> [Task statement]
Search the records for the word "present" and copy every line in which it occurs.

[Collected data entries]
= Beginning of Section =

/* One node of a .zport card resolved into *node (0 for an absent - node, which is ground). */
static bool check_zport_node(checker *ck, const tb_zport_spec *zp, const char *name, int *node)
{
    char hint[SUGGEST_SIZE];
    *node = 0;
    if (!name || tb_circuit_find_node(ck->ckt, name, strlen(name), node))
        return true;
    report(ck, TB_SEV_ERROR, zp->loc, ".zport %s: node '%s' does not exist%s", zp->name, name,
           suggest_node(ck->ckt, name, hint, sizeof hint));
    return false;
}

/* .zport NAME i(V): V must be a voltage source; its index goes to source_elem. */
static void check_zport_source(checker *ck, tb_zport_spec *zp)
{
    size_t j = 0;
    char hint[SUGGEST_SIZE];
    bool found = tb_circuit_find_element(ck->ckt, zp->node_a, &j);
    if (found && ck->ckt->elems[j].kind == TB_EL_V) {
        zp->source_elem = j;
        return;
    }
    report(ck, TB_SEV_ERROR, zp->loc, ".zport %s: i(%s) needs a voltage source of that name%s",
           zp->name, zp->node_a,
           found ? "" : suggest_element(ck->ckt, zp->node_a, is_vsource, NULL, hint, sizeof hint));
}

/* Every .zport: existing nodes, two distinct ones (a, b), or a V source (source_elem). */
static void check_zports(checker *ck)
{
    tb_circuit *ckt = ck->ckt;
    for (size_t p = 0; p < ckt->zport_count; p++) {
        tb_zport_spec *zp = &ckt->zports[p];
        zp->a = 0;
        zp->b = 0;
        if (zp->at_source) {
            check_zport_source(ck, zp);
            continue;
        }
        int a = 0;
        int b = 0;
        if (!check_zport_node(ck, zp, zp->node_a, &a) || !check_zport_node(ck, zp, zp->node_b, &b))
            continue;
        if (a == b) {
            report(ck, TB_SEV_ERROR, zp->loc, ".zport %s: the port's two nodes are the same node",
                   zp->name);
            continue;
        }
        zp->a = a;
        zp->b = b;
    }
}

/* .break: an existing V source, not shorted to ground at both ends, not the .io input
 * (compared by name: the input resolves even when check_io reported something else). */
static void check_break(checker *ck)
{
    tb_circuit *ckt = ck->ckt;
    tb_break_spec *br = &ckt->brk;
    if (!br->given)
        return;
    size_t e = 0;
    char hint[SUGGEST_SIZE];
    if (!tb_circuit_find_element(ckt, br->source, &e)) {
        report(ck, TB_SEV_ERROR, br->loc, ".break names '%s', which does not exist%s", br->source,
               suggest_element(ckt, br->source, is_vsource, NULL, hint, sizeof hint));
        return;
    }
    const tb_element *el = &ckt->elems[e];
    size_t input = 0;
    if (el->kind != TB_EL_V)
        report(ck, TB_SEV_ERROR, br->loc,
               ".break names '%s', a %s; a zero-volt V source in the loop wire is expected",
               br->source, kind_word[el->kind]);
    else if (el->node[0] == 0 && el->node[1] == 0)
        report(ck, TB_SEV_ERROR, br->loc, ".break: '%s' has both ends at ground", br->source);
    else if (ckt->io.given && tb_circuit_find_element(ckt, ckt->io.source, &input) && input == e)
        report(ck, TB_SEV_ERROR, br->loc,
               ".break: '%s' is the .io input; mark a zero-volt source of its own", br->source);
    else
        br->elem = e;
}

static void topology_sink(void *ctx, tb_severity sev, tb_loc loc, const char *message)
{
    report(ctx, sev, loc, "%s", message);
}

/* Structural checks (src/topology.c), only once every reference resolved:
 * with a name missing, the structure is not the one the netlist means. */
static void check_topology(checker *ck)
{
    bool dc_singular = false;
    if (ck->status != TB_OK || ck->ckt->node_count < 2)
        return;
    if (tb_topology_check(ck->ckt, topology_sink, ck, &dc_singular) != TB_OK)
        ck->status = TB_ERR_NOMEM;
    ck->ckt->dc_singular = dc_singular;
}

tb_status tb_circuit_finish(tb_circuit *ckt, tb_diag *diag)
{
    checker ck = {ckt, diag, TB_OK};
    if (index_elements(ckt, 0) != TB_OK)
        return TB_ERR_NOMEM;
    element_census found = number_branches(ckt);
    if (found.duplicates)
        check_duplicates(&ck);
    if (found.sensing)
        check_sensing(&ck);
    if (found.coupling)
        check_coupling(&ck);
    check_loops(&ck);
    check_io(&ck);
    check_zports(&ck);
    check_break(&ck);
    check_topology(&ck);
    if (ckt->node_count < 2) {
        tb_loc whole = {ckt->file, 0, 0};
        report(&ck, TB_SEV_ERROR, whole, "the circuit has no node other than ground");
    }
    if (!ckt->ac.given) {
        tb_loc whole = {ckt->file, 0, 0};
        ckt->ac = (tb_ac_spec){true, TB_GRID_DEC, 20, 1.0, 1e9, whole};
        report(&ck, TB_SEV_WARNING, whole, "no .ac directive: sweeping dec 20 1 1g");
    }
    return ck.status;
}

/* ---- public read-only view ------------------------------------------------ */
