static const part_range R_PART = {1e-12, 1e18, "ohms"};
static const part_range C_PART = {1e-21, 1e12, "F"};
static const part_range G_PART = {1e-15, 1e15, "S"};

/* The keys of one card, by id. */
typedef struct {
    const tb_device_card *card;
    tb_device_error *err;
    bool has[K_COUNT];
    double v[K_COUNT];
    const tb_token *at[K_COUNT];
} key_set;

/* ---- messages ----------------------------------------------------------- */

static tb_status refuse(tb_device_error *err, const tb_token *at, const char *fmt, ...)
    __attribute__((format(printf, 3, 4)));

static tb_status refuse(tb_device_error *err, const tb_token *at, const char *fmt, ...)
{
    va_list ap;
    va_start(ap, fmt);
    vsnprintf(err->message, sizeof err->message, fmt, ap);
    va_end(ap);
    err->at = *at;
    return TB_ERR_INPUT;
}

/* The length of t's text to quote: at most QUOTE_MAX bytes, cut on a UTF-8 boundary. */
static int quoted_len(const tb_token *t)
{
    size_t n = t->len;
    if (n > QUOTE_MAX) {
        n = QUOTE_MAX;
        while (n > 0 && ((unsigned char)t->ptr[n] & 0xC0) == 0x80)
            n--;
    }
    return (int)n;
}

static dev_kind kind_of(char letter)
{
    return tb_lex_lower(letter) == 'q' ? DEV_BJT : DEV_MOS;
}

/* What the tool needs of each device instead of a model name. */
static const char *needs(dev_kind kind)
{
    return kind == DEV_BJT ? "icq= and beta=, with vearly= ft= cmu= rbb= as known"
                           : "gm= or id= with vov=, with gds= or clm=, cgs= or ft=, cgd= as known";
}

/* ---- the shape of the card ---------------------------------------------- */

tb_status tb_device_shape(const char *label, const tb_token *name, const tb_token *words,
                          size_t word_count, bool has_keys, tb_device_error *err)
{
    dev_kind kind = kind_of(name->ptr[0]);
    const char *pins = kind == DEV_BJT ? "c b e [s]" : "d g s [b]";
    const char *what = kind == DEV_BJT ? "a bipolar transistor" : "a MOSFET";
    size_t nodes = word_count;
    if ((!has_keys && nodes >= 4) || nodes == TB_DEVICE_MAX_NODES + 1) {
        const tb_token *last = &words[word_count - 1];
        return refuse(err, last,
                      "%s refers to model '%.*s' by name: tbeta needs the small-signal parameters "
                      "at the operating point instead (%s), see " SECTION,
                      label, quoted_len(last), last->ptr, needs(kind));
    }
    if (!has_keys && nodes == 3)
        return refuse(err, name,
                      "%s has no operating point: tbeta needs the small-signal parameters (%s), "
                      "see " SECTION, label, needs(kind));
    if (nodes < 3 || nodes > TB_DEVICE_MAX_NODES)
        return refuse(err, nodes < 3 ? name : &words[TB_DEVICE_MAX_NODES],
                      "%s has %zu node%s, but %s has 3 or 4 (%s)", label, nodes,
                      nodes == 1 ? "" : "s", what, pins);
    return TB_OK;
}

/* ---- keys ----------------------------------------------------------------- */

/* "did you mean" among the keys of the device, or the list of its keys. */
static tb_status unknown_key(key_set *ks, dev_kind kind, const tb_token *key)
{
    const char *label = ks->card->label;
    char text[QUOTE_MAX + 1];
    int n = quoted_len(key);
    memcpy(text, key->ptr, (size_t)n);
    text[n] = '\0';
    tb_suggester sg;
    tb_suggest_init(&sg, text);
    char list[200] = "";
    size_t used = 0;
    for (int k = 0; k < K_COUNT; k++) {
        if (!(KEYS[k].devices & kind))
            continue;
        tb_suggest_offer(&sg, KEYS[k].word);
        used += (size_t)snprintf(list + used, sizeof list - used, "%s%s", used ? " " : "", KEYS[k].word);
    }
    const char *best = tb_suggest_best(&sg);
    if (best)
        return refuse(ks->err, key, "%s has no key '%s' (did you mean '%s'?)", label, text, best);
    return refuse(ks->err, key, "%s has no key '%s' (the keys of %s: %s)", label, text,
                  kind == DEV_BJT ? "a bipolar transistor" : "a MOSFET", list);
}
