/* One option of tbeta check taking a value; -1 when accepted, or an exit code. */
static int check_value_option(const char *s, const char *v, check_args *a)
{
    double x = 0;
    if (strcmp(s, "--glob") == 0)
        a->opt.glob = v;
    else if (strcmp(s, "--save") == 0)
        a->save = v;
    else if (strcmp(s, "--against") == 0)
        a->against = v;
    else if (strcmp(s, "--json") == 0)
        a->json = v;
    else if (strcmp(s, "--junit") == 0)
        a->junit = v;
    else if (strcmp(s, "--html") == 0)
        a->html = v;
    else if (strcmp(s, "--output") == 0)
        a->output = v;
    else if (strcmp(s, "--shard") == 0 && !shard_arg(v, &a->opt))
        return usage_error("--shard needs I/N with 1 <= I <= N, got", v, usage_check);
    else if (strcmp(s, "--jobs") == 0 && (!number_arg(v, true, &x) || x < 1 || x > 1024))
        return usage_error("--jobs needs a whole number from 1 to 1024, got", v, usage_check);
    else if (strcmp(s, "--jobs") == 0)
        a->opt.jobs = (unsigned)x;
    else if (strcmp(s, "--drift") == 0 && (!number_arg(v, false, &x) || x < 0))
        return usage_error("--drift needs a percentage of 0 or more, got", v, usage_check);
    else if (strcmp(s, "--drift") == 0)
        a->opt.drift_pct = x;
    else if (strcmp(s, "--include-root") == 0)
        a->opt.include_root = v;
    else if (strcmp(s, "--pole-limit") == 0 && !number_arg(v, true, &x))
        return usage_error("not a non-negative whole number:", v, usage_check);
    else if (strcmp(s, "--pole-limit") == 0)
        a->opt.analysis.pole_limit = (size_t)x;
    return -1;
}

static bool check_takes_value(const char *s)
{
    static const char *const names[] = {"--glob",  "--save", "--against",    "--json",         "--junit",
                                        "--shard", "--jobs", "--drift",      "--pole-limit",   "--include-root",
                                        "--html",  "--output"};
    for (size_t i = 0; i < sizeof names / sizeof names[0]; i++)
        if (strcmp(s, names[i]) == 0)
            return true;
    return false;
}

/* Parses the arguments of tbeta check (argv[2..]); -1 when done, or an exit code. */
static int parse_check_args(int argc, char **argv, check_args *a)
{
    for (int i = 2; i < argc; i++) {
        const char *s = argv[i];
        if (s[0] == '-' && s[1] != '\0' && !accepts("check", s)) {
            return usage_error("unknown option", s, usage_check);
        } else if (strcmp(s, "--help") == 0 || strcmp(s, "-h") == 0) {
            fputs(usage_check, stdout);
            return EXIT_DONE;
        } else if (strcmp(s, "--html-reports") == 0) {
            a->html_reports = true;
        } else if (strcmp(s, "--include-anywhere") == 0) {
            a->opt.include_anywhere = true;
        } else if (strcmp(s, "--merge") == 0) {
            a->merge = true;
        } else if (strcmp(s, "--no-stability") == 0) {
            a->opt.analysis.stability = false;
        } else if (strcmp(s, "--no-rhp-count") == 0) {
            a->opt.analysis.rhp_count_limit = 0;
        } else if (check_takes_value(s)) {
            if (i + 1 >= argc)
                return usage_error(s, "needs a value", usage_check);
            int rc = check_value_option(s, argv[++i], a);
            if (rc >= 0)
                return rc;
        } else if (s[0] == '-' && s[1] != '\0') {
            return usage_error("unknown option", s, usage_check);
        } else {
            a->paths[a->count++] = s;
        }
    }
    if (a->count == 0)
        return usage_error(a->merge ? "no result files to merge" : "no netlist or folder given",
                           NULL, usage_check);
    if (a->merge && (a->against || a->opt.shard_count > 1 || a->html_reports))
        return usage_error("--merge takes no --against, --shard or --html-reports", NULL, usage_check);
    if (a->html_reports && (!a->html || strcmp(a->html, "-") == 0))
        return usage_error("--html-reports needs --html FILE (a file: the pages go beside it)", NULL, usage_check);
    const char *outs[] = {a->save, a->json, a->junit, a->html, a->output};
    int dashes = 0;
    for (size_t k = 0; k < sizeof outs / sizeof outs[0]; k++)
        dashes += outs[k] && strcmp(outs[k], "-") == 0;
    if (dashes > 1)
        return usage_error("only one document can go to stdout (-)", NULL, usage_check);
    if (a->html_reports) { /* FILE's folder / STEM-reports: links from the page stay relative */
        size_t n = strlen(a->html);
        size_t stem = n > 5 && strcmp(a->html + n - 5, ".html") == 0 ? n - 5 : n;
        snprintf(a->pages, sizeof a->pages, "%.*s-reports", (int)stem, a->html);
        a->opt.html_dir = a->pages;
    }
    return -1;
}

/* Writes one output file with writer, whole or not at all (or to stdout for -); false (said
 * on stderr) when it fails. */
static bool write_file(const char *path, const tb_check_run *run, tb_check_writer writer)
{
    if (strcmp(path, "-") == 0)
        return writer(run, stdout) == TB_OK; /* a failure is said by finish */
    char why[1024];
    tb_status st = tb_checkfile_write(path, run, writer, why, sizeof why);
    if (st != TB_OK)
        complain("%s", st == TB_ERR_NOMEM ? "out of memory" : why);
    return st == TB_OK;
}

/* Fills the run: the netlists checked here, or the shards' results merged. */
static int check_fill(const check_args *a, tb_check_run **run)
{
    char why[1024];
    tb_status st = tb_check_collect(a->merge ? NULL : a->paths, a->merge ? 0 : a->count, &a->opt, run);
    for (size_t i = 0; st == TB_OK && a->merge && i < a->count; i++)
        if ((st = tb_check_merge(*run, a->paths[i], why, sizeof why)) != TB_OK)
            complain("%s", why);
    if (st == TB_OK && a->merge)
        tb_check_sort(*run);
    if (st == TB_OK && !a->merge && tb_check_count(*run) == 0 && a->opt.shard_count == 1) {
        complain("no netlist matches '%s' under the paths given", a->opt.glob);
        return EXIT_BAD_INPUT;
    }
    if (st == TB_OK && !a->merge) {
        tb_progress *progress = tb_progress_new("netlists");
        tb_check_set_progress(*run, progress ? tb_progress_update : NULL, progress);
        st = tb_check_execute(*run);
        tb_progress_free(progress);
    }
    if (st == TB_OK && a->against && (st = tb_check_against(*run, a->against, why, sizeof why)) != TB_OK)
        complain("%s", why);
    else if (st == TB_ERR_NOMEM)
        complain("out of memory");
    return st == TB_OK ? -1 : EXIT_BAD_INPUT;
}
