static json_t *loop_object(builder *b, const tb_circuit *ckt, const tb_result *res, size_t l)
{
    tb_measures m;
    if (tb_measure_loop(res, l, &m)) {
        b->ok = false;
        return NULL;
    }
    json_t *lp = json_object();
    if (!lp) {
        b->ok = false;
        return NULL;
    }
    const tb_element *e = &ckt->elems[ckt->loops[l].elem];
    set(b, lp, "source", tb_report_json_text(e->name));
    set(b, lp, "kind", json_string(tb_elem_kind_word(e->kind)));
    set(b, lp, "gain", num(e->value));
    set(b, lp, "dc_hz", num(m.dc_hz));
    set(b, lp, "dc", dc_object(b, &m));
    tb_stability st;
    tb_stability_loop(res, l, &st);
    /* the headline crossing: the same in tb_measures and tb_stability when the latter ran */
    set(b, lp, "unity_hz", m.has_unity ? num(m.unity_hz) : json_null());
    set(b, lp, "phase_margin_deg", m.has_phase_margin ? num(m.phase_margin_deg) : json_null());
    if (st.computed)
        stability_keys(b, lp, &st);
    set(b, lp, "f3db_closed_hz", m.has_f3db ? num(m.f3db_closed_hz) : json_null());
    set(b, lp, "t_infinite_points", json_integer((json_int_t)m.t_inf_points));
    set(b, lp, "t_infinite_first_hz", m.t_inf_points ? num(m.t_inf_first_hz) : json_null());
    set(b, lp, "midband", midband_object(b, &m));
    set(b, lp, "stability_shown", json_boolean(m.stability_shown));
    set(b, lp, "oscillation_hz", m.has_oscillation ? num(m.oscillation_hz) : json_null());
    set(b, lp, "runaway", json_boolean(m.runaway));
    set(b, lp, "max_sensitivity_db", m.has_max_sensitivity ? num(m.max_sensitivity_db) : json_null());
    set(b, lp, "max_sensitivity_hz", m.has_max_sensitivity ? num(m.max_sensitivity_hz) : json_null());
    set(b, lp, "feedback", feedback_object(b, ckt, res, l));
    set(b, lp, "sensitivities", sensitivity_object(b, res, l));
    set(b, lp, "notes", notes_all(b, m.notes, &st));
    return lp;
}

static json_t *sweep_object(builder *b, const tb_circuit *ckt, const tb_result *res)
{
    json_t *sw = json_object();
    if (!sw) {
        b->ok = false;
        return NULL;
    }
    set(b, sw, "grid", json_string(tb_report_grid_word(ckt->ac.kind)));
    set(b, sw, "n", json_integer(ckt->ac.points));
    set(b, sw, "fstart_hz", num(ckt->ac.fstart));
    set(b, sw, "fstop_hz", num(ckt->ac.fstop));
    set(b, sw, "points", json_integer((json_int_t)tb_result_points(res)));
    set(b, sw, "dc_solved", json_boolean(tb_result_has_dc(res)));
    return sw;
}

static json_t *opt_num(bool present, double x)
{
    return present ? num(x) : json_null();
}

/* The closed-loop response |A(jw)|: reference, -3 dB edges, peaking (null without .io). */
static json_t *closed_loop_object(builder *b, const tb_result *res)
{
    tb_closed_loop cl;
    tb_closed_loop_get(res, &cl);
    if (!cl.computed)
        return json_null();
    json_t *o = obj(b);
    json_t *notes = json_array();
    if (!o || !notes) {
        json_decref(o);
        json_decref(notes);
        b->ok = false;
        return NULL;
    }
    set(b, o, "ac_coupled", json_boolean(cl.ac_coupled));
    set(b, o, "ref_hz", num(cl.ref_hz));
    set(b, o, "A_ref", cnum(true, cl.A_ref));
    set(b, o, "low_edge_hz", cl.has_low_edge ? num(cl.low_edge_hz) : json_null());
    set(b, o, "low_edge_outside_sweep", json_boolean(cl.low_edge_outside));
    set(b, o, "high_edge_hz", cl.has_high_edge ? num(cl.high_edge_hz) : json_null());
    set(b, o, "high_edge_outside_sweep", json_boolean(cl.high_edge_outside));
    set(b, o, "peak_hz", cl.has_peak ? num(cl.peak_hz) : json_null());
    set(b, o, "peak_db", cl.has_peak ? num(cl.peak_db) : json_null());
    for (int n = 0; n < TB_CNOTE_COUNT; n++)
        if (cl.notes & (1u << n))
            if (json_array_append_new(notes, json_string(tb_cl_note_str((tb_cl_note)n))))
                b->ok = false;
    set(b, o, "notes", notes);
    return o;
}

/* The closed-loop step response's figures (the samples: tbeta step NETLIST). */
static json_t *step_object(builder *b, const tb_result *res)
{
    tb_step_figures fig;
    tb_step_figures_get(res, &fig);
    json_t *o = obj(b);
    if (!o)
        return NULL;
    set(b, o, "computed", json_boolean(fig.computed));
    if (!fig.computed) {
        set(b, o, "note", json_string(fig.why_absent ? fig.why_absent : "not computed"));
        return o;
    }
    set(b, o, "method", json_string(fig.method));
    set(b, o, "error_estimate", num(fig.error_estimate));
    set(b, o, "points", json_integer((json_int_t)fig.points));
    set(b, o, "t_end_s", num(fig.t_end_s));
    set(b, o, "final_value", num(fig.final_value));
    set(b, o, "peak_value", opt_num(fig.has_peak, fig.peak_value));
    set(b, o, "peak_s", opt_num(fig.has_peak, fig.peak_s));
    set(b, o, "overshoot_pct", opt_num(fig.has_overshoot, fig.overshoot_pct));
    set(b, o, "rise_s", opt_num(fig.has_rise, fig.rise_s));
    set(b, o, "settling_s", opt_num(fig.has_settling, fig.settling_s));
    if (fig.why_no_figures)
        set(b, o, "note", json_string(fig.why_no_figures));
    return o;
}

static json_t *census_entry(builder *b, const tb_census_entry *e)
{
    json_t *o = obj(b);
    json_t *unity = json_array();
    if (!unity)
        b->ok = false;
    for (size_t i = 0; unity && i < e->unity_count; i++) {
        json_t *c = obj(b);
        if (c) {
            set(b, c, "hz", num(e->unity_hz[i]));
            set(b, c, "phase_margin_deg", num(e->margin_deg[i]));
        }
        if (!c || json_array_append_new(unity, c))
            b->ok = false;
    }
    if (!o) {
        json_decref(unity);
        return NULL;
    }
    set(b, o, "source", tb_report_json_text(e->source));
    set(b, o, "marked", json_boolean(e->marked));
    set(b, o, "in_loop", json_boolean(e->in_loop));
    set(b, o, "max_T_db", e->in_loop ? num(e->max_T_db) : json_null());
    set(b, o, "max_T_hz", e->in_loop ? num(e->max_T_hz) : json_null());
    set(b, o, "T_infinite_somewhere", json_boolean(e->t_infinite));
    set(b, o, "unity", unity);
    set(b, o, "phase_margin_deg", e->has_phase_margin ? num(e->phase_margin_deg) : json_null());
    set(b, o, "T_dc", cnum(e->has_T_dc, e->T_dc));
    set(b, o, "same_loop_as", e->same_loop_as ? tb_report_json_text(e->same_loop_as) : json_null());
    set(b, o, "flagged", json_boolean(e->flagged));
    set(b, o, "phase_margin_ok", json_boolean(e->pm_ok));
    set(b, o, "unstable_alone", json_boolean(e->unstable_alone));
    set(b, o, "relies_on", e->relies_on ? tb_report_json_text(e->relies_on) : json_null());
    return o;
}

static json_t *census_array(builder *b, const tb_result *res)
{
    const tb_census_entry *entries = NULL;
    size_t count = 0;
    tb_census_get(res, &entries, &count);
    json_t *arr = json_array();
    if (!arr)
        b->ok = false;
    for (size_t i = 0; arr && i < count; i++)
        if (json_array_append_new(arr, census_entry(b, &entries[i])))
            b->ok = false;
    return arr;
}

/* Loop l at chosen frequency i (--at): its gains, |1 + T|, the breakdown and the ports. */
static json_t *spot_loop_object(builder *b, const tb_circuit *ckt, const tb_result *res, size_t i, size_t l)
{
    tb_spot s;
    json_t *o = obj(b);
    if (!o || tb_spot_get(res, i, l, &s) != TB_OK)
        return o;
    const tb_point *p = &s.pt;
    bool io = s.solved && !(p->flags & TB_PT_NO_IO);
    set(b, o, "loop", tb_report_json_text(tb_circuit_loop_name(ckt, l)));
    set(b, o, "solved", json_boolean(s.solved));
    set(b, o, "T", cnum(s.solved && s.has_T, p->T));
    set(b, o, "T_db", s.solved && s.has_T_db ? num(s.T_db) : json_null());
    set(b, o, "T_phase_deg", s.solved && s.has_T_db ? num(s.T_phase_deg) : json_null());
    set(b, o, "return_difference", s.solved && s.has_T ? num(s.return_difference) : json_null());
    set(b, o, "A", cnum(io, p->A));
    set(b, o, "A_inf", cnum(io && !(p->flags & TB_PT_AINF_NONE), p->A_inf));
    set(b, o, "A0", cnum(io && !(p->flags & TB_PT_A0_NONE), p->A0));
    set(b, o, "a", cnum(io && s.has_T && !(p->flags & TB_PT_AINF_NONE), p->a));
    tb_feedback_summary fs = {0};
    tb_feedback_loop(res, l, &fs);
    bool est = s.solved && fs.computed && fs.has_estimate;
    set(b, o, "breakdown", s.solved ? breakdown_object(b, &s.breakdown, fs.estimate, est) : json_null());
    json_t *ports = json_array();
    if (!ports)
        b->ok = false;
    for (size_t q = 0; ports && q < s.ports; q++) {
        tb_zport_summary zs;
        tb_zport_loop(res, q, l, &zs, NULL);
        json_t *zo = s.solved ? zpoint_object(b, &s.zports[q]) : obj(b);
        if (zo)
            set(b, zo, "name", tb_report_json_text(zs.name));
        if (!zo || json_array_append_new(ports, zo))
            b->ok = false;
    }
    set(b, o, "ports", ports);
    return o;
}

/* Every chosen frequency (--at), each with every loop. */
static json_t *spot_array(builder *b, const tb_circuit *ckt, const tb_result *res)
{
    json_t *arr = json_array();
    if (!arr)
        b->ok = false;
    for (size_t i = 0; arr && i < tb_spot_count(res); i++) {
        json_t *o = obj(b);
        json_t *loops = json_array();
        tb_spot s = {0};
        tb_spot_get(res, i, 0, &s);
        if (o)
            set(b, o, "hz", num(s.f_hz));
        for (size_t l = 0; loops && l < tb_result_loops(res); l++)
            if (json_array_append_new(loops, spot_loop_object(b, ckt, res, i, l)))
                b->ok = false;
        if (!loops)
            b->ok = false;
        if (o)
            set(b, o, "loops", loops);
        else
            json_decref(loops);
        if (!o || json_array_append_new(arr, o))
            b->ok = false;
    }
    return arr;
}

= End of Section =

> [Written response]
static json_t *opt_num(bool present, double x)
    return present ? num(x) : json_null();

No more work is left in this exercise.